== EXERCISE DIRECTIONS ==
The result should be every line in the material below containing the string "edges".

== INPUT DATA ==
def _drift_section(a, spread) -> _Section:
    d = a.drift
    numbers = _plain({
        "steps": d.steps, "relative_change": d.relative_change,
        "kernel_distance": d.distance_to_initial, "alignment": d.alignment,
        "threshold": d.threshold,
        "init_spread": None if spread is None else dataclasses.asdict(spread),
        "parameter_change": a.parameter_change, "verdict": a.verdict})
    return _Section(
        "drift", "Kernel drift and alignment over training",
        "The laziness criteria on the kernel: relative change ‖Θ_t − Θ₀‖/‖Θ₀‖ and distance "
        "1 − ⟨Θ₀, Θ_t⟩/(‖Θ₀‖‖Θ_t‖) to the first checkpoint's kernel at each checkpoint, against "
        "the threshold and against the same quantities between kernels of independent "
        "initializations (what the random initialization alone changes); and the centered "
        "alignment of Θ_t with the one-hot labels.", numbers,
        rows=(*((f"step {s}", f"relative change {c:.4g}, distance {x:.4g}, alignment {b:.4f}")
                for s, c, x, b in zip(numbers["steps"], numbers["relative_change"],
                                      numbers["kernel_distance"], numbers["alignment"],
                                      strict=True)),
              ("threshold", _fmt(d.threshold)),
              *(() if spread is None else ((
                  f"between {spread.count} independent initializations",
                  f"relative change {spread.relative_change:.4g}, distance "
                  f"{spread.distance:.4g}"),)),
              ("‖θ_T − θ₀‖ / ‖θ₀‖", _fmt(a.parameter_change)),
              ("verdict", a.verdict)),
        figures=(plots.png(plots.drift_figure(
            d.steps, relative_change=d.relative_change, distance=d.distance_to_initial,
            alignment=d.alignment, threshold=d.threshold, spread=None if spread is None else (
                spread.relative_change, spread.distance))),),
    )


def _groups_section(a) -> _Section:
    groups = [_plain(dataclasses.asdict(g)) for g in a.groups]
    return _Section(
        "groups", "Which parameter groups moved",
        "The trace kernel of each top-level parameter group at the first and the last "
        "checkpoint: its relative change, and its share of the whole kernel's trace.",
        {"groups": groups, "threshold": a.drift.threshold},
        rows=tuple((g["group"], f"relative change {_fmt(g['relative_change'])}, share of the "
                    f"trace {g['share_first']:.4g} → {g['share_last']:.4g}, moved: "
                    f"{_fmt(g['moved'])}") for g in groups),
    )


def _forecast_section(a, fc: dict | None) -> _Section:
    title = "Forecast vs actual training"
    if fc is None:
        return _Section("forecast", title, "No forecast: `analyse_run` was given no learning "
                        "rate.", {"verdict": a.verdict})
    s = fc["from_step"]
    rows = []
    if fc["compared"]:
        rows += [("largest gap, train outputs (relative to ‖f_t − y‖)",
                  f"{fc['largest_train_gap']:.2%}")]
        if "largest_test_gap" in fc:
            rows += [("largest gap, test outputs (relative to ‖f_t − y‖)",
                      f"{fc['largest_test_gap']:.2%}")]
        rows += [("threshold on the train gap", _fmt(fc["tolerance"])), ("verdict", a.verdict),
                 ("final train MSE: observed / forecast",
                  f"{fc['observed_train_mse'][-1]:.4g} / {fc['forecast_train_mse'][-1]:.4g}")]
        if "observed_test_mse" in fc:
            rows += [("final test MSE: observed / forecast",
                      f"{fc['observed_test_mse'][-1]:.4g} / {fc['forecast_test_mse'][-1]:.4g}")]
        if fc.get("observed_test_accuracy") is not None:
            rows += [("final test accuracy: observed / forecast",
                      f"{fc['observed_test_accuracy'][-1]:.1%} / "
                      f"{fc['forecast_test_accuracy'][-1]:.1%}")]
    rows += [(f"forecast from step {e['step']} to step {e['end_step']}: final train / test MSE",
              f"{e['final_train_mse']:.4g} / {_fmt(e['final_test_mse'])}")
             for e in fc["from_each_checkpoint"]]
    rows += [("learning rate / stability limit 2N/λ_max",
              f"{fc['lr']:.4g} / {fc['max_stable_lr']:.4g}")]
    figures = () if not fc["compared"] else (plots.png(plots.forecast_figure(
        fc["steps"], observed_train=fc["observed_train_mse"],
        forecast_train=fc["forecast_train_mse"], observed_test=fc.get("observed_test_mse"),
        forecast_test=fc.get("forecast_test_mse"), train_gap=fc["train_gap"],
        test_gap=fc.get("test_gap"), threshold=fc["tolerance"], start=s)),)
    return _Section(
        "forecast", title,
        f"Gradient descent on the network linearized at step {s}, forecast from that "
        f"checkpoint's kernel ({fc['kernel']}) with the run's learning rate, against the outputs "
        "recorded while training. The gap ‖f_obs − f_lin‖/‖f_t − y‖ on the training outputs is "
        f"the verdict's forecast criterion. Errors: {plots.MSE_LABEL}.",
        fc | {"verdict": a.verdict}, rows=tuple(rows), figures=figures)
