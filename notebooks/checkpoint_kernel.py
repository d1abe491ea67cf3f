# ---
# jupyter:
#   jupytext:
#     text_representation:
#       extension: .py
#       format_name: percent
#       format_version: '1.3'
#       jupytext_version: 1.19.6
#   kernelspec:
#     display_name: Python 3
#     language: python
#     name: python3
# ---

# %% [markdown]
# # The kernel of a trained checkpoint, at dataset scale
#
# A training run saves checkpoints; the kernel of a checkpoint tells what the trained network
# has learnt to treat as similar. This notebook
#
# 1. trains a linen MLP on the pump readings and saves an orbax checkpoint;
# 2. loads it back with `ntkcalc.Net.from_checkpoint` (the checkpoint is matched leaf by leaf
#    against the module before anything is computed);
# 3. asks `ntkcalc.plan` what the kernel on the whole dataset costs and how it will be computed
#    under a memory budget, then computes it, in total and per layer;
# 4. looks at the spectrum and the kernel sorted by class.

# %%
import os

import jax

jax.config.update("jax_enable_x64", True)  # float64 kernels: small eigenvalues keep their digits

SMALL = os.environ.get("NTKCALC_NOTEBOOK_SMALL") == "1"  # the test suite's quick sizes

# %%
import pathlib
import tempfile

import flax.linen as nn
import matplotlib.pyplot as plt
import numpy as np
import optax
import orbax.checkpoint as ocp

import ntkcalc
from ntkcalc import spectrum
from ntkcalc import pump_readings

n = 300 if SMALL else 3000
train, _ = pump_readings(n, 1, seed=2)
x, y = train.x, train.one_hot


class MLP(nn.Module):
    @nn.compact
    def __call__(self, h):
        h = nn.relu(nn.Dense(128, param_dtype=np.float64)(h))
        h = nn.relu(nn.Dense(128, param_dtype=np.float64)(h))
        return nn.Dense(4, param_dtype=np.float64)(h)


# %% [markdown]
# ## 1. Train and save a checkpoint (Adam, mini-batches: any training will do)

# %%
model = MLP()
params = model.init(jax.random.key(0), x[:1])["params"]
opt = optax.adam(3e-3)
state = opt.init(params)


@jax.jit
def update(params, state, xb, yb):
    loss = lambda p: optax.softmax_cross_entropy(model.apply({"params": p}, xb), yb).mean()
    grads = jax.grad(loss)(params)
    updates, state = opt.update(grads, state, params)
    return optax.apply_updates(params, updates), state


rng = np.random.default_rng(0)
for epoch in range(5 if SMALL else 20):
    for idx in np.array_split(rng.permutation(n), max(1, n // 100)):
        params, state = update(params, state, x[idx], y[idx])

folder = pathlib.Path(tempfile.mkdtemp()) / "checkpoint"
checkpointer = ocp.StandardCheckpointer()
checkpointer.save(folder, {"params": params})
checkpointer.wait_until_finished()
print("saved", folder)

# %% [markdown]
# ## 2. Load it as a `Net`

# %%
net = ntkcalc.Net.from_checkpoint(folder, module=model, example=x[:1])
net

# %% [markdown]
# ## 3. Plan, then compute
#
# `ntkcalc.plan` shows, per parameter leaf, which method it takes (structured derivatives,
# Jacobian contraction or NTK-vector products), the FLOPs and bytes per example, the tile size
# chosen for the memory budget and an estimated time, without computing anything. The same
# `memory` budget goes to `ntkcalc.ntk`, which then computes the kernel tile by tile.

# %%
budget = "64MB" if SMALL else "512MB"
print(ntkcalc.plan(net, x, memory=budget))

# %%
k = ntkcalc.ntk(net, x, memory=budget)  # (N, N): trace over the 4 outputs
by_layer = ntkcalc.ntk_by_layer(net, x, memory=budget)
print(k.shape, k.dtype)
for name, part in by_layer.items():
    print(f"{name}: {np.trace(part) / np.trace(k):.1%} of the trace")
assert np.allclose(sum(by_layer.values()), k)

# %% [markdown]
# ## 4. Spectrum and structure

# %%
spec = spectrum(k)
print(spec)
order = np.argsort(train.labels, kind="stable")
fig, (left, right) = plt.subplots(1, 2, figsize=(11, 4.2))
ranks = np.arange(1, len(spec.eigenvalues) + 1)
left.loglog(ranks, np.clip(spec.eigenvalues, 1e-300, None), ".")
left.set_xlabel("rank i")
left.set_ylabel("eigenvalue λ_i")
left.set_title(f"spectrum: decay exponent {spec.decay_exponent:.2f}")
im = right.imshow(k[np.ix_(order, order)], cmap="viridis")
edges = np.cumsum(np.bincount(train.labels))[:-1]
for e in edges:
    right.axhline(e, color="w", lw=0.7)
    right.axvline(e, color="w", lw=0.7)
right.set_title("kernel, examples sorted by condition: " + ", ".join(train.class_names))
fig.colorbar(im, ax=right)
plt.show()

# %% [markdown]
# **Reading.** After training, the blocks along the diagonal (pairs of pumps in the same
# condition) stand out: the trained network's kernel has learnt the task's structure. A
# condition number far above 1e12 (printed in the spectrum) would mean its smallest eigenvalues
# are rounding noise; use a ridge when solving with it.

== SOLUTION ==
edges = np.cumsum(np.bincount(train.labels))[:-1]
for e in edges:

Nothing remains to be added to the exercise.